Uitspraak
Rechtbank Rotterdam
1.De procedure
- verzoeker;
- [naam].
Rechtbank Rotterdam
Op 23 augustus 2023 heeft verzoeker een verzoekschrift ingediend tot toepassing van de schuldsaneringsregeling. Tijdens de zitting op 6 december 2023 was de schuldhulpverlener niet aanwezig, wat leidde tot een aanhouding van de zaak. De schuldhulpverlener heeft later aangegeven het verzoek te willen intrekken vanwege een nieuwe vordering van de gemeente Rotterdam, maar verzoeker wenste het verzoek te handhaven. Tijdens de zitting op 11 januari 2024 is de zaak opnieuw behandeld.
Verzoeker ontvangt een WIA-uitkering met een aanvullende PW-uitkering en heeft een schuldenlast van € 183.664,91. Een deel van deze schulden betreft een fraudeschuld aan de gemeente Rotterdam van € 10.456,99, ontstaan doordat verzoeker onterecht een PW-uitkering heeft ontvangen.
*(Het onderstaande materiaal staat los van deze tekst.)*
/// Run the batch: the shard's flights, then (unsharded runs) the multi-temporal stack.
/// Writes the report and returns it; failed flights are in the report, not an error. A
/// flight whose DSM cannot be read fails alone; when it is the reference flight, another
/// reference is chosen (`reference_replaced` in the report).
/// Errors are problems that stop the whole batch: an output that is an input, an output
/// root another run holds or that cannot be written (no report then), and no common grid
/// (the report is written first, every flight failed with the reason).
pub fn run(
    manifest: &Manifest,
    options: &BatchOptions,
    work: &dyn FlightWork,
) -> Result<BatchReport> {
    if options.jobs == 0 {
        return Err(Error::usage("--jobs must be at least 1"));
    }
    let root = options.out.clone().unwrap_or_else(|| manifest.out.clone());
    input_guard::refuse_output_over_input(&output_paths(manifest, &root), &batch_inputs(manifest))
        .map_err(|e| e.in_file(&manifest.path))?;
    std::fs::create_dir_all(root.join(FLIGHTS_DIR)).map_err(|e| Error::io(&root, e))?;
    // One batch at a time per output root (shards of one batch share it; each flight's
    // folder is locked by its build); temporary files of killed runs go under the lock.
    let _lock = if options.shard.is_all() {
        OutputLock::folder(&root)?
    } else {
        OutputLock::folder_shared(&root)?
    };
    atomic_file::remove_stale_partials(&root, None);
    atomic_file::remove_stale_partials(&root.join(ledger::LEDGER_DIR), None);

    // The common grid depends on every flight, not only this shard's, so that all shards
    // agree on it. A flight whose DSM cannot be read fails alone and is left out of the
    // intersection. When that is the reference flight, the earliest readable flight
    // becomes the reference (stated in the report); the choice depends only on the files,
    // so every shard makes the same one.
    let mut grids = Vec::with_capacity(manifest.flights.len());
    let mut unreadable: HashMap<String, String> = HashMap::new();
    for f in &manifest.flights {
        match work.grid_of(&f.recipe.dsm) {
            Ok(g) => grids.push((f.id.clone(), f.recipe.dsm.clone(), g)),
            Err(e) => {
                unreadable.insert(f.id.clone(), e.to_string());
            }
        }
    }
    let requested = manifest.reference_flight();
    let reference = if unreadable.contains_key(&requested.id) {
        manifest
            .flights
            .iter()
            .filter(|f| !unreadable.contains_key(&f.id))
            .min_by(|a, b| a.date.cmp(&b.date).then(a.id.cmp(&b.id)))
    } else {
        Some(requested)
    };
    let reference_replaced = unreadable.get(&requested.id).map(|e| ReferenceReplaced {
        requested: requested.id.clone(),
        reason: format!("its DSM cannot be read: {e}"),
    });
    let grid = match reference {
        None => Err(Error::file(
            &manifest.path,
            "no flight's DSM can be read, so there is no reference flight and no common grid",
        )
        .with_fix("correct the flights' dsm paths (each flight's error is in the report)")),
        Some(r) => {
            let ref_grid = &grids
                .iter()
                .find(|(id, _, _)| *id == r.id)
                .expect("the reference is readable")
                .2;
            let dsm_grids: Vec<(PathBuf, Grid)> = grids
                .iter()
                .map(|(_, p, g)| (p.clone(), g.clone()))
                .collect();
            manifest::common_grid(&manifest.grid, ref_grid, &dsm_grids)
                .map_err(|e| e.in_file(&manifest.path))
        }
    };
    let report_of = |flights: Vec<FlightReport>,
                     temporal: Option<TemporalReport>,
                     alignment: Option<AlignmentReport>| BatchReport {
        format: REPORT_FORMAT.into(),
        manifest: manifest.path.clone(),
        out: root.clone(),
        shard: options.shard.to_string(),
        reference: reference.unwrap_or(requested).id.clone(),
        reference_replaced: reference_replaced.clone(),
        alignment,
        flights,
        temporal,
    };
    let (grid, reference) = match grid {
        Ok(g) => (g, reference.expect("a grid needs a reference")),
        Err(e) => {
            // Nothing can be built without a common grid: every flight of the shard fails
            // with the reason, and the report says so before the error is returned.
            let flights = options
                .shard
                .select(manifest.flights.iter().map(|f| f.id.as_str()))
                .iter()
                .filter_map(|id| manifest.flights.iter().find(|f| f.id == *id))
                .map(|f| FlightReport {
                    id: f.id.clone(),
                    date: f.date.clone(),
                    status: Status::Failed,
                    seconds: 0.0,
                    bands: None,
                    dir: root.join(FLIGHTS_DIR).join(&f.id),
                    shift: None,
                    shift_error: None,
                    error: Some(unreadable.get(&f.id).cloned().unwrap_or_else(|| {
                        format!("not built: the common grid could not be made: {e}")
                    })),
                })
                .collect();
            report_of(flights, None, None).store(&root, options.shard)?;
            return Err(e);
        }
    };

    let selected = options
        .shard
        .select(manifest.flights.iter().map(|f| f.id.as_str()));
    let flights: Vec<&Flight> = selected
        .iter()
        .map(|id| {
            manifest
                .flights
                .iter()
                .find(|f| f.id == *id)
                .expect("selected from the manifest")
        })
        .collect();
    let jobs = options.jobs.min(flights.len()).max(1);
    let total_threads = options.threads.unwrap_or_else(|| {
        std::thread::available_parallelism()
            .map(|n| n.get())
            .unwrap_or(1)
    });
    let align = options.align.unwrap_or(manifest.align);
    let ctx = Context {
        manifest,
        reference,
        root: &root,
        grid: &grid,
        align,
        min_peak: shift::CONFIDENCE_FACTOR * shift::chance_peak_on(&grid),
        work,
        hashes: Mutex::new(HashMap::new()),
        threads: (total_threads / jobs).max(1),
        total_threads: total_threads.max(1),
        memory_bytes: options.memory_bytes / jobs as u64,
    };
    let next = AtomicUsize::new(0);
    let done = AtomicUsize::new(0);
    let results: Mutex<Vec<FlightReport>> = Mutex::new(Vec::new());
    std::thread::scope(|scope| {
        for _ in 0..jobs {
            scope.spawn(|| loop {
                let i = next.fetch_add(1, Ordering::SeqCst);
                let Some(flight) = flights.get(i) else { break };
                let started = Instant::now();
                let outcome = match unreadable.get(&flight.id) {
                    Some(e) => Ok(ctx.failed(flight, e.clone())),
                    None => std::panic::catch_unwind(std::panic::AssertUnwindSafe(|| {
                        ctx.flight(flight)
                    })),
                };
                let mut rep = match outcome {
                    Ok(r) => r,
                    Err(panic) => {
                        let text = panic
                            .downcast_ref::<String>()
                            .cloned()
                            .or_else(|| panic.downcast_ref::<&str>().map(|s| s.to_string()))
                            .unwrap_or_else(|| "unknown".into());
                        ctx.failed(flight, format!("internal error while building: {text}"))
                    }
                };
                rep.seconds = started.elapsed().as_secs_f64();
                let n = done.fetch_add(1, Ordering::SeqCst) + 1;
                if !options.quiet {
                    eprintln!(
                        "[{n}/{}] {} {} in {:.1} s{}",
                        flights.len(),
                        rep.id,
                        rep.status.as_str(),
                        rep.seconds,
                        rep.error
                            .as_ref()
                            .map(|e| format!(": {}", e.lines().next().unwrap_or("")))
                            .unwrap_or_default()
                    );
                }
                results.lock().expect("results lock").push(rep);
            });
        }
    });
    let mut reports = results.into_inner().expect("results lock");
    reports.sort_by(|a, b| a.id.cmp(&b.id));

    let (alignment, unresolved) = ctx.alignment(&reports);
    let temporal = if options.shard.is_all()
        && manifest.temporal
        && reports.iter().all(|r| r.status != Status::Failed)
    {
        Some(match unresolved {
            // Misaligned dates would be stacked cell by cell: refuse until the user chooses.
            Some(problem) => TemporalReport {
                status: Status::Failed,
                seconds: 0.0,
                bands: None,
                dir: root.join(TEMPORAL_DIR),
                error: Some(format!(
                    "{problem}\n  fix: give --align on to apply the estimates anyway, or --align off \
                     to stack the flights as they are (batch.align in the manifest); or check the \
                     flights' overlap and set batch.shift_layer to another layer"
                )),
            },
            None => ctx.temporal(),
        })
    } else {
        None
    };
    let report = report_of(reports, temporal, Some(alignment));
    report.store(&root, options.shard)?;
    if options.shard.is_all() {
        write_collection(manifest, &root)?;
    }
    Ok(report)
}
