/// ModelPixelScale + ModelTiepoint (north-up grids, as GDAL writes them) or
/// ModelTransformation (south-up grids), and the GeoKeys. A grid with no CRS and the
/// transform `[0, 1, 0, 0, 0, 1]` gets no georeferencing tags at all.
fn georeferencing_tags(grid: &Grid, space: RasterSpace) -> Vec<(u16, OutValue)> {
    let t = grid.transform;
    let identity = t == [0.0, 1.0, 0.0, 0.0, 0.0, 1.0];
    if grid.crs.kind == CrsKind::Unknown && grid.crs.epsg.is_none() && identity {
        return Vec::new();
    }
    let mut out = Vec::new();
    // In pixel-is-point files the tiepoint is the centre of cell (0, 0) (OGC GeoTIFF 1.1
    // §B.2); GDAL's arithmetic.
    let (x0, y0) = match space {
        RasterSpace::Area => (t[0], t[3]),
        RasterSpace::Point => (
            t[0] + t[1] * 0.5 + t[2] * 0.5,
            t[3] + t[4] * 0.5 + t[5] * 0.5,
        ),
    };
    if t[2] == 0.0 && t[4] == 0.0 && t[5] < 0.0 {
        out.push((
            tags::MODEL_PIXEL_SCALE,
            OutValue::Double(vec![t[1], -t[5], 0.0]),
        ));
        out.push((
            tags::MODEL_TIEPOINT,
            OutValue::Double(vec![0.0, 0.0, 0.0, x0, y0, 0.0]),
        ));
    } else {
        out.push((
            tags::MODEL_TRANSFORMATION,
            OutValue::Double(vec![
                t[1], t[2], 0.0, x0, t[4], t[5], 0.0, y0, 0.0, 0.0, 0.0, 0.0, 0.0, 0.0, 0.0, 1.0,
            ]),
        ));
    }
    let (dir, doubles, ascii) = geokeys::build(&grid.crs, space);
    out.push((tags::GEO_KEY_DIRECTORY, OutValue::Short(dir)));
    if !doubles.is_empty() {
        out.push((tags::GEO_DOUBLE_PARAMS, OutValue::Double(doubles)));
    }
    if !ascii.is_empty() {
        out.push((tags::GEO_ASCII_PARAMS, OutValue::Ascii(ascii)));
    }
    out
}

/// Write whole in-memory bands; see [`super::write_geotiff`].
pub(super) fn write_all<T: TiffSample>(
    path: &Path,
    grid: &Grid,
    bands: &[ArrayView2<T>],
    descriptions: &[&str],
    options: &WriteOptions,
) -> Result<()> {
    use rayon::prelude::*;
    if bands.is_empty() {
        return Err(Error::usage("no band to write").in_file(path));
    }
    for (i, b) in bands.iter().enumerate() {
        if b.dim() != (grid.height, grid.width) {
            return Err(Error::usage(format!(
                "band {} is {} x {} cells but the grid is {} x {}",
                i + 1,
                b.ncols(),
                b.nrows(),
                grid.width,
                grid.height
            ))
            .in_file(path));
        }
    }
    let mut options = options.clone();
    options.sample_type = T::TYPE;
    let mut writer = GeoTiffWriter::create(path, grid, bands.len(), options)?;
    for (i, d) in descriptions.iter().enumerate() {
        writer.set_band_description(i + 1, d);
    }
    let p = &writer.plan;
    let fill = T::from_f64_saturating(grid.nodata.unwrap_or(0.0));
    let ss = T::TYPE.size();
    let result = (0..p.block_count()).into_par_iter().try_for_each(|index| {
        let plane = index / p.per_plane();
        let (bc, br) = (index % p.across, (index % p.per_plane()) / p.across);
        let (w, h) = p.valid_size(bc, br);
        let spp = p.samples_per_block_pixel();
        let shape = p.shape(br);
        let mut buf = T::fill_le(fill, shape.bytes() / ss);
        let (x0, y0) = (bc * p.block_w, br * p.block_h);
        let band_range = if p.planar {
            plane..plane + 1
        } else {
            0..p.bands
        };
        for (k, b) in band_range.enumerate() {
            let src = &bands[b];
            for r in 0..h {
                let row = src.row(y0 + r);
                let first = (r * p.block_w * spp + k) * ss;
                let dst = &mut buf[first..];
                for (c, v) in row.iter().skip(x0).take(w).enumerate() {
                    let i = c * spp * ss;
                    v.put_le(&mut dst[i..i + ss]);
                }
            }
        }
        writer.store(index, br, buf)
    });
    match result.and_then(|_| writer.finish()) {
        Ok(()) => Ok(()),
        Err(e) => {
            let _ = std::fs::remove_file(path);
            Err(e)
        }
    }
}

#[cfg(test)]
mod tests {
    use super::*;

    #[test]
    fn tile_index_bytes_grow_with_the_raster() {
        use crate::grid::{Crs, MAX_DIMENSION};
        let side = MAX_DIMENSION;
        let g = Grid::new(
            side,
            side,
            [0.0, 0.1, 0.0, 0.0, 0.0, -0.1],
            Crs::from_epsg(32633),
        )
        .unwrap();
        let o = WriteOptions::default(); // 512² tiles, band-sequential
        let path = Path::new("never-created.tif");
        // (2²² / 512)² = 8192² tiles per band, 49 bytes each: 3.3 GB for one band.
        let one = GeoTiffWriter::index_bytes(path, &g, 1, &o).unwrap();
        assert_eq!(one, 8192 * 8192 * INDEX_BYTES_PER_BLOCK);
        assert_eq!(
            GeoTiffWriter::index_bytes(path, &g, 33, &o).unwrap(),
            33 * one
        );
        assert!(!path.exists());
        let small = Grid::new(
            1000,
            600,
            [0.0, 0.1, 0.0, 0.0, 0.0, -0.1],
            Crs::from_epsg(32633),
        )
        .unwrap();
        // 2 x 2 tiles.
        assert_eq!(
            GeoTiffWriter::index_bytes(path, &small, 1, &o).unwrap(),
            4 * INDEX_BYTES_PER_BLOCK
        );
    }

    #[test]
    fn nodata_texts() {
        // GDAL writes and reads these forms (GDAL GTiff driver documentation).
        assert_eq!(nodata_text(-9999.0), "-9999");
        assert_eq!(nodata_text(f64::NAN), "nan");
        assert_eq!(nodata_text(f64::NEG_INFINITY), "-inf");
        assert_eq!(nodata_text(0.1), "0.1");
        let t = nodata_text(f32::MIN as f64);
        assert_eq!(t.parse::<f64>().unwrap(), f32::MIN as f64);
    }
}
De rechtbank oordeelt dat verzoeker niet te goeder trouw is geweest in de drie jaar voorafgaand aan zijn verzoek, omdat hij niet heeft gezorgd voor een juiste en volledige informatievoorziening aan de uitkeringsinstantie.
De rechtbank benadrukt dat de goede trouw een belangrijke voorwaarde is voor het toewijzen van de schuldsaneringsregeling. Verzoeker heeft nagelaten bezwaar te maken tegen het besluit van de gemeente en heeft geen maatregelen getroffen om de onterecht ontvangen bedragen te reserveren voor terugbetaling. Hierdoor is de schuld niet te goeder trouw ontstaan. De rechtbank concludeert dat er geen feiten of omstandigheden zijn die de afwijzing van het verzoek zouden rechtvaardigen, en wijst het verzoek tot toepassing van de schuldsaneringsregeling af.